Suppose, for the sake of contradiction, that, for every subsequence $(a_{n_k})_{k\in\mathbb{N}}$, there exists some $\epsilon>0$ and $K\in\mathbb{N}$ such that we are bounded away from zero beyond $K$: $$K\leq k\quad\Rightarrow\quad 0<\varepsilon\leq a_{n_k}.$$ Let $\varepsilon$ and $K$ satisfy the above for the subsequence $(a_{n_k})_{k\in\mathbb{N}}=(a_n)_{n\in\mathbb{N}}$. Then, for every $t\in\{K, K+1,...\}\subset\mathbb{N}$,
$$0 < \frac{t-1-K}{t}\varepsilon=\frac{1}{t}\sum_{n=K}^{t-1}\varepsilon\leq\frac{1}{t}\sum_{n=K}^{t-1}a_{n}.$$ Since $a_n$ is positive, we can add the rest of the sequence to the righthand side $$0 < \frac{t-1-K}{t}\varepsilon\leq\frac{1}{t}\sum_{n=0}^{t-1}a_{n}.$$ Taking the limit as $t$ tends to $\infty$ implies that $0 < \varepsilon \leq 0$, a contradiction. [end of proof]

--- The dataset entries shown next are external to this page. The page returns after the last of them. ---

import { describe, expect, it } from 'vitest';
import { readCatalog } from '../../src/core/catalog/read';
import { rejectedRowCount } from '../../src/core/catalog/validate';

/**
 * A catalog with every kind of bad row the issue lists, in one file: BOM, Windows line ends, a trailing comma
 * on the header and on some rows, blank lines, missing fields, text in numeric columns, Dec of 95, duplicate ids,
 * plus a quoted id holding a comma and a line end (it spans lines 14-15).
 */
const lines = [
  'id,ra,dec,mag,color,', // 1 header with a trailing comma
  'gc1,187.50,-5.10,21.0,0.9,', // 2 ok (trailing comma)
  '', // 3 blank line
  'gc2,187.51,-5.11,21.1,1.0', // 4 ok (no trailing comma)
  'gc3,187.52,-5.12', // 5 missing fields (mag, color)
  'gc4,abc,-5.13,21.3,1.1,', // 6 text in RA
  'gc5,187.54,-5.14,bright,1.1,', // 7 text in mag
  'gc6,187.55,95,21.5,1.2,', // 8 Dec of 95
  'gc1,187.56,-5.16,21.6,1.3,', // 9 duplicate of line 2
  '', // 10 blank line
  'gc7,12:30:13.2,-05:09:36,21.7,1.4,', // 11 ok, sexagesimal
  'gc8,187.58,-5.18,21.8,1.5,extra,', // 12 too many fields
  ',187.59,-5.19,21.9,1.6,', // 13 missing id
  '"gc,9', // 14 quoted id with a comma and a line end ...
  'b",187.60,-5.20,22.0,n/a,', // 15 ... ends here; color n/a = missing, row ok
  'gc10,187.61,,22.1,1.7,', // 16 missing Dec
];
const text = '\ufeff' + lines.join('\r\n') + '\r\n';

describe('a malformed catalog', () => {
  const r = readCatalog(text, 'bad.csv');

  it('uses exactly the good rows, with their file lines', () => {
    expect(r.format).toBe('csv');
    expect(r.targets.map((t) => [t.id, t.line])).toEqual([
      ['gc1', 2],
      ['gc2', 4],
      ['gc7', 11],
      ['gc,9\r\nb', 14],
    ]);
    expect(r.targets[0]).toEqual({ id: 'gc1', raDeg: 187.5, decDeg: -5.1, mag: 21, color: 0.9, priority: null, role: 'tracer', line: 2, extra: {} });
    // 12:30:13.2 h = 187.555 deg; -05:09:36 = -5.16 deg
    expect(r.targets[2].raDeg).toBeCloseTo(187.555, 10);
    expect(r.targets[2].decDeg).toBeCloseTo(-5.16, 10);
    expect(r.targets[3].color).toBeNull();
  });

  it('reports exactly the bad rows with line, column and reason', () => {
    expect(r.rejects.map((x) => [x.line, x.column])).toEqual([
      [3, '(row)'],
      [5, 'mag'],
      [6, 'ra'],
      [7, 'mag'],
      [8, 'dec'],
      [9, 'id'],
      [10, '(row)'],
      [12, '(row)'],
      [13, 'id'],
      [16, 'dec'],
    ]);
    const reason = (line: number) => r.rejects.find((x) => x.line === line)!.reason;
    expect(reason(3)).toBe('blank line');
    expect(reason(5)).toMatch(/^wrong field count: missing field, the row has 3 fields, the header \(line 1\) has 5/);
    expect(reason(6)).toBe('"abc" is not a number');
    expect(reason(7)).toBe('"bright" is not a number');
    expect(reason(8)).toBe('Dec 95 is outside [-90, 90] deg');
    expect(reason(9)).toBe('duplicate id "gc1", first used on line 2');
    expect(reason(12)).toMatch(/^wrong field count: the row has 7 fields/);
    expect(reason(13)).toBe('missing value');
    expect(reason(16)).toBe('missing value');
  });

  it('counts rows read, used and rejected consistently (blank lines count as rows read and are reported)', () => {
    expect(r.rowsRead).toBe(14); // lines 2..16 minus line 15, which belongs to the row of line 14
    expect(r.targets.length).toBe(4);
    expect(rejectedRowCount(r)).toBe(10);
    expect(new Set(r.rejects.map((x) => x.line)).size).toBe(10);
  });

  it('gives the same result with LF line ends and without the BOM (lines unchanged)', () => {
    const r2 = readCatalog(lines.join('\n') + '\n', 'bad.csv');
    expect(r2.rejects.map((x) => [x.line, x.column])).toEqual(r.rejects.map((x) => [x.line, x.column]));
    expect(r2.targets.map((t) => t.line)).toEqual([2, 4, 11, 14]);
  });

  it('reports every problem of a row, not only the first', () => {
    const r3 = readCatalog('id,ra,dec,mag\nx,400,-95,faint\n', 'c.csv');
    expect(r3.rejects).toEqual([
      { line: 2, column: 'ra', reason: 'RA 400 deg is outside [0, 360)' },
      { line: 2, column: 'dec', reason: 'Dec -95 is outside [-90, 90] deg' },
      { line: 2, column: 'mag', reason: '"faint" is not a number' },
    ]);
    expect(r3.rowsRead).toBe(1);
  });
});

describe('an empty catalog', () => {
  it('is an error that says so; a header without rows reads zero rows', () => {
    expect(() => readCatalog('', 'e.csv')).toThrow('e.csv: the catalog is empty (no header row with column names)');
    expect(() => readCatalog('\ufeff# only a comment\n\n', 'e.csv')).toThrow(/the catalog is empty/);
    const r = readCatalog('id,ra,dec,mag\n', 'h.csv');
    expect([r.rowsRead, r.targets.length, r.rejects.length]).toEqual([0, 0, 0]);
  });
});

I am unsure about maintaining the strictness of the inequality in the the final step where we apply the limit -- usually, when applying a limit to an inequality, any strict inequality $<$ turns into a wide one $\leq$. However, since the coefficient of $\varepsilon$ goes to $1$, I think we're okay here? Does this need any further justification?
Otherwise, if I am wrong here, is there a nice counterexample?

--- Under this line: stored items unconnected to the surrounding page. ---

/** readCatalog on VOTable and FITS content: detected without a file name, units from the metadata, 1-based row numbers. */
import { describe, expect, it } from 'vitest';
import { readCatalog } from '../../src/core/catalog/read';
import { writeVoTable } from '../../src/core/export/votableWriter';
import { writeFitsTable } from '../../src/core/export/fitsWriter';
import type { OutputTable } from '../../src/core/export/outputTable';

const catalog: OutputTable = {
  name: 'invented',
  columns: [
    { name: 'objid', datatype: 'string' },
    { name: 'RA_h', datatype: 'float64', unit: 'h', ucd: 'pos.eq.ra' },
    { name: 'DEJ2000', datatype: 'float64', unit: 'deg', ucd: 'pos.eq.dec' },
    { name: 'imag', datatype: 'float64', unit: 'mag' },
    { name: 'prio', datatype: 'int32' },
    { name: 'note', datatype: 'string' },
  ],
  rows: [
    ['g<1>', 12.5, -5.25, 21.5, 2, 'a & b'],
    ['g2', 25, -5.3, 21.6, 1, ''],
    ['g3', 12.6, 95, 21.7, 1, ''],
    ['g4', 12.7, -5.35, null, 1, ''],
    ['g<1>', 12.8, -5.4, 21.9, 0, 'dup'],
  ],
  meta: [],
};

for (const [format, bytes] of [
  ['votable', new TextEncoder().encode(writeVoTable(catalog))],
  ['fits', writeFitsTable(catalog)],
] as const) {
  describe(`a ${format} catalog`, () => {
    const r = readCatalog(bytes, `catalog.${format}`, { ra: 'RA_h', mag: 'imag' });
    it('is detected from its content and mapped', () => {
      expect(r.format).toBe(format);
      expect(r.mapping).toEqual({ id: 'objid', ra: 'RA_h', dec: 'DEJ2000', mag: 'imag', priority: 'prio' });
      expect(r.rowsRead).toBe(5);
    });
    it('converts RA from hours (unit in the metadata) and carries extra columns', () => {
      expect(r.targets).toEqual([{ id: 'g<1>', raDeg: 187.5, decDeg: -5.25, mag: 21.5, color: null, priority: 2, role: 'tracer', line: 1, extra: { note: 'a & b' } }]);
    });
    it('reports bad rows by their 1-based row number', () => {
      expect(r.rejects.map((x) => [x.line, x.column])).toEqual([
        [2, 'RA_h'],
        [3, 'DEJ2000'],
        [4, 'imag'],
        [5, 'prio'],
        [5, 'objid'],
      ]);
      expect(r.rejects[0].reason).toBe('RA 25 h is outside [0, 24) h');
      expect(r.rejects[2].reason).toBe('missing value');
    });
  });
}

Your argument is essentially right but you are lacking some clarity on the issue of when to pass to a subsequence.
Firstly, the direct negation of "there is a convergent subsequence" is only "every subsequence does not converge to $0$", which means for every subsequence, there is a further subsequence that is bounded away from $0$ by some $\epsilon$. A subsequence not converging does not by itself mean it is bounded away from $0$.
Now, you can argue pretty quickly that for every subsequence to have this property, the original sequence must be bounded away from $0$, and at some levels of math you might even state that without proof. When you are just starting off with proofs, however, I would recommend writing the argument out.

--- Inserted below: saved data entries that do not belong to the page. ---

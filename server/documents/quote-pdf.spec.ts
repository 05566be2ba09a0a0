import { PDFParse } from 'pdf-parse'
import { beforeAll, describe, expect, it } from 'vitest'
import type { QuoteDocument } from '../../shared/contracts/quote.contract'
import { fromSI } from '../../shared/engineering'
import { formatDeliveryTerm, formatMoney } from '../../shared/pricing'
import { woffToSfnt } from './pdf-kit'
import { sampleQuoteDocument, stressQuoteDocument } from './quote-fixture'
import { renderQuotePdf, SAFETY_CAUTIONS } from './quote-pdf'
import { niceAxis, torqueAt } from './torque-chart'
import { readFileSync } from 'node:fs'
import { createRequire } from 'node:module'

interface Extracted {
  bytes: Buffer
  /** Whole text with runs of whitespace folded to one space, so table cells can be matched. */
  text: string
  pages: string[]
}

async function extract(bytes: Buffer): Promise<Extracted> {
  const parser = new PDFParse({ data: new Uint8Array(bytes) })
  try {
    const result = await parser.getText()
    const fold = (s: string): string => s.replace(/\s+/g, ' ')
    return { bytes, text: fold(result.text), pages: result.pages.map((p) => fold(p.text)) }
  } finally {
    await parser.destroy()
  }
}

/** Rendering plus text extraction takes well under a second alone; shared CI cores can be slow. */
const SLOW_MACHINE_MS = 30_000

const money = (doc: QuoteDocument, minor: number): string => formatMoney(minor, doc.priced.currency, 'en-US')
const whole = new Intl.NumberFormat('en-US', { maximumFractionDigits: 0 })

describe('renderQuotePdf', () => {
  const doc = sampleQuoteDocument()
  let pdf: Extracted

  beforeAll(async () => {
    pdf = await extract(await renderQuotePdf(doc))
  }, SLOW_MACHINE_MS)

  it('writes a PDF file that embeds the Roboto font', () => {
    expect(pdf.bytes.subarray(0, 5).toString('latin1')).toBe('%PDF-')
    // Font dictionaries are not compressed: the subset names read like "ABCDEF+Roboto-Regular".
    const raw = pdf.bytes.toString('latin1')
    expect(raw).toMatch(/\/BaseFont \/[A-Z]{6}\+Roboto-Regular/)
    expect(raw).toMatch(/\/BaseFont \/[A-Z]{6}\+Roboto-Bold/)
    expect(raw).toContain('/FontFile2')
  })

  it('sets the title, author and subject metadata', async () => {
    const parser = new PDFParse({ data: new Uint8Array(pdf.bytes) })
    try {
      const info = await parser.getInfo()
      expect(info.info?.Title).toBe('Quotation SW-2026-00042 rev B')
      expect(info.info?.Author).toBe('Ashcombe Motor Works')
      expect(String(info.info?.Subject)).toContain('Larkspur Air Appliances')
    } finally {
      await parser.destroy()
    }
  })

  it('carries the quote number with its revision, the maker and the customer', () => {
    expect(pdf.text).toContain('SW-2026-00042 rev B')
    expect(pdf.text).toContain('Ashcombe Motor Works')
    expect(pdf.text).toContain('Larkspur Air Appliances')
    expect(pdf.text).toContain('Valid until Apr 1, 2026')
  })

  it('lists every line by part number with its extended amount', () => {
    doc.lines.forEach((line, i) => {
      expect(pdf.text).toContain(line.partNumber)
      const priced = doc.priced.lines[i]
      if (priced === undefined) throw new Error('fixture line without pricing')
      expect(pdf.text).toContain(money(doc, priced.extendedAmount))
    })
  })

  it('states the total, the deposit with its percentage and the balance', () => {
    const { totals } = doc.priced
    expect(pdf.text).toContain(`Total (USD, excluding taxes) ${money(doc, totals.total)}`)
    expect(pdf.text).toContain(`Deposit (30 % of the total) ${money(doc, totals.depositAmount)}`)
    expect(pdf.text).toContain(`Balance ${money(doc, totals.balanceAmount)}`)
    expect(pdf.text).toMatch(/Prices exclude taxes/)
  })

  it('prints the operating point speeds and flows at nominal and low line', () => {
    const duty = doc.lines.flatMap((l) => (l.dutyPoint ? [l.dutyPoint] : []))
    expect(duty.length).toBeGreaterThan(0)
    for (const dp of duty) {
      for (const point of [dp.nominal, dp.lowLine]) {
        expect(pdf.text).toContain(`${whole.format(point.rpm)} r/min`)
        const m3h = fromSI(point.flowM3s, 'm3/h')
        const cfm = fromSI(point.flowM3s, 'CFM')
        // Whole m³/h from 100 up, one decimal below; CFM to one decimal.
        const m3hText = m3h >= 100 ? whole.format(m3h) : m3h.toFixed(1)
        expect(pdf.text).toContain(`${m3hText} m³/h (${cfm.toFixed(1)} CFM)`)
      }
    }
  })

  it('prints the Incoterms 2020 rule with its named place', () => {
    expect(pdf.text).toContain(formatDeliveryTerm({ rule: 'FCA', namedPlace: 'Ashcombe works, Bristol' }))
    expect(pdf.text).toContain('FCA Ashcombe works, Bristol, Incoterms 2020')
  })

  it('carries the safety and engineering cautions', () => {
    expect(pdf.text).toContain('Safety and engineering cautions')
    for (const caution of SAFETY_CAUTIONS) expect(pdf.text).toContain(caution.slice(0, 40))
    expect(pdf.text).toContain('Run capacitors can hold a dangerous charge')
    expect(pdf.text).toMatch(/IEC 60335-1/)
    expect(pdf.text).toMatch(/UL 507/)
    expect(pdf.text).toMatch(/UL 1004/)
  })

  it('numbers the pages "Page x of y"', () => {
    const n = pdf.pages.length
    pdf.pages.forEach((page, i) => expect(page).toContain(`Page ${i + 1} of ${n}`))
  })
})

describe('renderQuotePdf with 20 lines', () => {
  const doc = sampleQuoteDocument({ lineCount: 20 })
  let pdf: Extracted

  beforeAll(async () => {
    pdf = await extract(await renderQuotePdf(doc))
  }, SLOW_MACHINE_MS)

  it('runs over several pages, each with the continued header and page footer', () => {
    expect(pdf.pages.length).toBeGreaterThan(1)
    pdf.pages.slice(1).forEach((page) => {
      expect(page).toContain('Quotation SW-2026-00042 rev B for Larkspur Air Appliances')
    })
  })

  it('prints every line exactly once, in order', () => {
    const positions = doc.lines.map((line, i) => {
      const priced = doc.priced.lines[i]
      if (priced === undefined) throw new Error('fixture line without pricing')
      // "#  part number" opens each line's row.
      const at = pdf.text.indexOf(`${i + 1} ${line.partNumber}`)
      expect(at, `line ${i + 1}`).toBeGreaterThanOrEqual(0)
      return at
    })
    expect([...positions].sort((a, b) => a - b)).toEqual(positions)
  })

  it('puts the totals on the last page', () => {
    const last = pdf.pages.at(-1) ?? ''
    expect(last).toContain(`Total (USD, excluding taxes) ${money(doc, doc.priced.totals.total)}`)
    expect(last).toContain(money(doc, doc.priced.totals.depositAmount))
    const earlier = pdf.pages.slice(0, -1).join(' ')
    expect(earlier).not.toContain('Total (USD, excluding taxes)')
  })
})

describe('renderQuotePdf with awkward content', () => {
  it('wraps long names, prints eight-digit amounts and says when a motor does not start', async () => {
    const doc = stressQuoteDocument()
    const pdf = await extract(await renderQuotePdf(doc))
    expect(pdf.text).toContain('Larkspur Air Appliances International Holdings (North America) LLC')
    expect(pdf.text).toContain(money(doc, doc.priced.totals.total))
    expect(doc.priced.totals.total).toBeGreaterThan(100_000_000_00)
    expect(pdf.text).toContain('does not start')
    expect(pdf.text).toContain('Note 26:')
  }, SLOW_MACHINE_MS)
})

describe('torque chart helpers', () => {
  it('picks a nice axis covering the maximum with 1-2-2.5-5 steps', () => {
    expect(niceAxis(1800, 4)).toMatchObject({ max: 2000, step: 500 })
    expect(niceAxis(0.62, 4)).toMatchObject({ step: 0.2, decimals: 1 })
    expect(niceAxis(0.075, 4)).toMatchObject({ step: 0.02, decimals: 2 })
    expect(niceAxis(0.09, 4)).toMatchObject({ step: 0.025, decimals: 3 })
    expect(niceAxis(0, 4).max).toBeGreaterThan(0)
  })

  it('interpolates torque linearly between curve points and clamps at the ends', () => {
    const curve = [
      { rpm: 0, torqueNm: 0 },
      { rpm: 1000, torqueNm: 0.4 },
      { rpm: 2000, torqueNm: 0.2 },
    ]
    expect(torqueAt(curve, 500)).toBeCloseTo(0.2, 12)
    expect(torqueAt(curve, 1500)).toBeCloseTo(0.3, 12)
    expect(torqueAt(curve, 2500)).toBe(0.2)
    expect(torqueAt([], 10)).toBeNull()
  })
})

describe('woffToSfnt', () => {
  it('unpacks the Roboto WOFF into a TrueType file with the same tables', () => {
    const require = createRequire(import.meta.url)
    const woff = readFileSync(require.resolve('@fontsource/roboto/files/roboto-latin-400-normal.woff'))
    const sfnt = woffToSfnt(woff)
    // W3C WOFF 1.0: the header's totalSfntSize is the size of the unpacked font.
    expect(sfnt.length).toBe(woff.readUInt32BE(16))
    expect(sfnt.readUInt32BE(0)).toBe(woff.readUInt32BE(4))
    expect(sfnt.readUInt16BE(4)).toBe(woff.readUInt16BE(12))
  })
})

But in any case, it is key for your argument that you don't need to pass to a subsequence, since once you pass to a subsequence you no longer control the average. What you do is state without proof a fact (every subsequence has an $\epsilon>0$ and a $K>0$) that is stronger than you need - you just need it for the original sequence.
With all of that said, here is how you could tighten it up a bit.
Proof
Suppose by contradiction that the sequence of averages converges to $0$, but no subsequence converges.
We first claim this implies that there is some $\epsilon>0$ and $N\in\mathbb N$ for which $n>N$ implies $a_n>\epsilon$. For otherwise, for each $k\in \mathbb N$ we could choose $n_k>k$ satisfying $a_{n_k}<\frac{1}{k}$, whereby the sequence $\{a_{n_k}\}$ would converge, a contradiction.
Now we estimate \begin{align*} \frac{\sum_{k=1}^{n} a_k}{n} & \geq \frac{\sum_{k=N+1}^n a_k}{n} \geq \frac{ (n-N)\epsilon}{n}\to \epsilon>0\text{,} \end{align*} contradicting the assumption that the sequence of averages converges to $0$.